## How to complete this task
The lines from the start of the records through the one containing "export const shortDevicesKey" are to be transcribed exactly, and nothing else.

Saved data entries
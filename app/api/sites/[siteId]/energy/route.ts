import { getSiteEnergy } from "@/db/queries/energy";
import { siteRoute } from "@/lib/auth/route";
import { summarise } from "@/lib/energy/summary";
import { parseEnergyQuery } from "@/lib/validation/energy";

export const dynamic = "force-dynamic";

/** The Energy budget of every battery-free device: `?source=active|draft`, `?week=shortest|longest`. */
export const GET = siteRoute("energy.view", async ({ siteId, request }) => {
  const query = parseEnergyQuery(request.url);
  const budget = await getSiteEnergy({ siteId, ...query });
  return Response.json({
    source: budget.source,
    week: budget.week,
    weekLabel: budget.weekLabel,
    notes: budget.notes,
    devices: budget.devices.map(summarise),
  });
});
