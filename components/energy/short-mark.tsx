"use client";

import { useQuery } from "@tanstack/react-query";
import Link from "next/link";
import { useMemo } from "react";
import { fetchJson } from "@/components/api/fetch-json";
import type { EnergySource, ShortDeviceDto, ShortDevicesDto } from "@/lib/validation/energy";
import { formatMargin } from "./format";

export const shortDevicesKey = (siteId: string, source: EnergySource) => ["sites", siteId, "energy", "short", source] as const;

/** Devices that run short of energy under the active rules or the draft (and what the draft newly makes Short), by device id. */
export function useShortDevices(siteId: string, source: EnergySource, enabled = true) {
  const query = useQuery({
    queryKey: shortDevicesKey(siteId, source),
    queryFn: () => fetchJson<ShortDevicesDto>(`/api/sites/${encodeURIComponent(siteId)}/energy/short?source=${source}`),
    enabled,
  });
  const byDevice = useMemo(() => new Map((query.data?.short ?? []).map((d) => [d.deviceId, d])), [query.data]);
  return { ...query, byDevice };
}

export const RULES_WORD: Record<EnergySource, string> = { active: "the active rules", draft: "the draft" };

export function energyDeviceHref(siteId: string, deviceId: string, source: EnergySource) {
  return `/sites/${siteId}/energy/${deviceId}?source=${source}`;
}

/**
 * The mark on a trigger (Canvas) or a device (Test bench) whose device runs short
 * of energy: a lightning glyph in a pill with the word, never colour alone, linking
 * to the device's budget. `detail` names the demand, e.g. "10 s reports".
 */
export function ShortMark({ siteId, device, source, detail, className = "" }: { siteId: string; device: ShortDeviceDto; source: EnergySource; detail?: string; className?: string }) {
  const label = `Energy budget: ${device.name} runs short of energy under ${RULES_WORD[source]} (margin ${formatMargin(device.margin)}${detail ? `, ${detail}` : ""}). Open its energy budget.`;
  return (
    <Link
      href={energyDeviceHref(siteId, device.deviceId, source)}
      aria-label={label}
      title={label}
      data-testid="short-mark"
      className={`inline-flex max-w-full items-center gap-1 truncate rounded-full border-2 border-clay bg-paper px-1.5 text-[11px] font-bold leading-4 text-clay hover:bg-clay hover:text-paper focus-visible:outline-2 focus-visible:outline-offset-1 focus-visible:outline-ink ${className}`}
    >
      <span aria-hidden="true">⚡</span>
      <span>Short{detail ? `: ${detail}` : ""}</span>
    </Link>
  );
}

/** What the trigger asks of its device that the budget counts: its report interval when it sets one. */
export function demandWords(params: unknown): string | undefined {
  const seconds = (params as { reportSeconds?: unknown } | null)?.reportSeconds;
  return typeof seconds === "number" ? `${seconds.toLocaleString("en-GB")} s reports` : undefined;
}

## Solved problem
filename app/api/sites/[siteId]/energy/route.ts
import { getSiteEnergy } from "@/db/queries/energy";
import { siteRoute } from "@/lib/auth/route";
import { summarise } from "@/lib/energy/summary";
import { parseEnergyQuery } from "@/lib/validation/energy";

export const dynamic = "force-dynamic";

/** The Energy budget of every battery-free device: `?source=active|draft`, `?week=shortest|longest`. */
export const GET = siteRoute("energy.view", async ({ siteId, request }) => {
  const query = parseEnergyQuery(request.url);
  const budget = await getSiteEnergy({ siteId, ...query });
  return Response.json({
    source: budget.source,
    week: budget.week,
    weekLabel: budget.weekLabel,
    notes: budget.notes,
    devices: budget.devices.map(summarise),
  });
});
filename components/energy/short-mark.tsx
"use client";

import { useQuery } from "@tanstack/react-query";
import Link from "next/link";
import { useMemo } from "react";
import { fetchJson } from "@/components/api/fetch-json";
import type { EnergySource, ShortDeviceDto, ShortDevicesDto } from "@/lib/validation/energy";
import { formatMargin } from "./format";

export const shortDevicesKey = (siteId: string, source: EnergySource) => ["sites", siteId, "energy", "short", source] as const;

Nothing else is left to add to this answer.